It has been noticed since the time immemorial that cognitive biases have a nasty tendency of being invisible to self (note the proverbial log in one's eye). Uncovering their own blind spot is probably the hardest task for an aspired rationalist. EY and others have devoted a number of posts to this issue (e.g. the How To Actually Change Your Mind sequence), and I am wondering if it is bearing fruit for the LW participants.
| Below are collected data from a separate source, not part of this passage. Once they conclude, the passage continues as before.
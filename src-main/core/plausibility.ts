// Bounds past anything a hobby part has, read from the field catalogues. Used by the engine
// (an implausible stored value counts as missing) and by the service's schemas (it is refused
// at the edge), so the command line, imports and forms agree. The bounds catch typing slips and
// unit mix-ups (ohm typed for milliohm, a percentage for a fraction); they are not engineering limits.

import { allFields, type PathWith } from './catalogue/record-kinds';
import type { FieldSpec, Plausible } from './catalogue/field-spec';

export interface PlausibleRange extends Plausible {
  /** The field's label, in the user's words. */
  readonly label: string;
  readonly unit: string;
}

export type PlausibleField = PathWith<{ plausible: Plausible }>;

/** A field's plausible range with the words its refusal needs; null for a field without one. */
export function rangeOf(spec: FieldSpec): PlausibleRange | null {
  return spec.plausible ? { ...spec.plausible, label: spec.plausible.label ?? spec.label, unit: spec.unit ?? '' } : null;
}

function collect(): ReadonlyMap<string, PlausibleRange> {
  const out = new Map<string, PlausibleRange>();
  for (const [path, spec] of allFields()) {
    const range = rangeOf(spec);
    if (range) out.set(path, range);
  }
  return out;
}

const RANGES = collect();

/** The plausible range of a field; every `PlausibleField` has one. */
export function plausibleRange(field: PlausibleField): PlausibleRange {
  const r = RANGES.get(field);
  if (!r) throw new Error(`${field} has no plausible range`);
  return r;
}

/** True where the value lies inside the field's plausible range. */
export function isPlausible(field: PlausibleField, x: number): boolean {
  const r = plausibleRange(field);
  if (!Number.isFinite(x) || x > r.max) return false;
  if (r.above !== undefined && !(x > r.above)) return false;
  if (r.min !== undefined && x < r.min) return false;
  return true;
}

/** "Kv must be from 10 to 100000 rpm/V (hobby motors lie in this range)". */
export function plausibleMessage(field: PlausibleField): string {
  return rangeMessage(plausibleRange(field));
}

/** The refusal of a value outside a plausible range, naming the field and saying why. */
export function rangeMessage(r: PlausibleRange): string {
  const unit = r.unit ? ` ${r.unit}` : '';
  const range = r.above !== undefined ? `above ${r.above}${unit} and at most ${r.max}${unit}` : `from ${r.min ?? 0} to ${r.max}${unit}`;
  return `${r.label} must be ${range} (${r.why})`;
}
To this end, I suggest that people post what they think their current rationality blind spot they are struggling with is (not the usual sweet success stories of "overcoming bias"), and let others comment on whether they agree or not, given their impressions of the person here and possibly in real life. My guess is that most of us would miss the mark widely (it's called a blind spot for a reason). Needless to say, if you post, you should expect to get crockered. Also needless to say, if you disagree with a person pointing out your bias, odds are that you are the one who is wrong.
(Who, me, go first? Oh, I have no biases, at least none that I can see.)
Yes.
To add to my comments above, I mean that there is no paradox or unnecessary ache in thinking about minds as physical objects (and hence pausable, storable, and replicable). Everything we've ever done happens within minds anyway, and there is nothing we can do about that. Whatever mental representations we conjure when we think of atoms or molecules or electromagnetic forces are inaccurate and incomplete: this "conscious" experience and sensory perception and thought is what a particular collection of molecules and forces is, rather than a visual or abstract representation of it. This requires a certain level of recursiveness to accede, and is essentially the mental flip that shuns treating everyday sensory experience and "life" as your axioms, and instead adopts axiomatically (even though the flip might have been due to evidence processing) that everything you or any human has ever experienced is a subspace of whatever mathematical structure we're embedded in.
In light of all that, and further confirmations from cognitive science and neuroscience that "the self" is a distributed physical process unlike any Cartesian dualist conception, cryonics strikes me as being as natural as the notion of love or justice prior to performing the mental flip.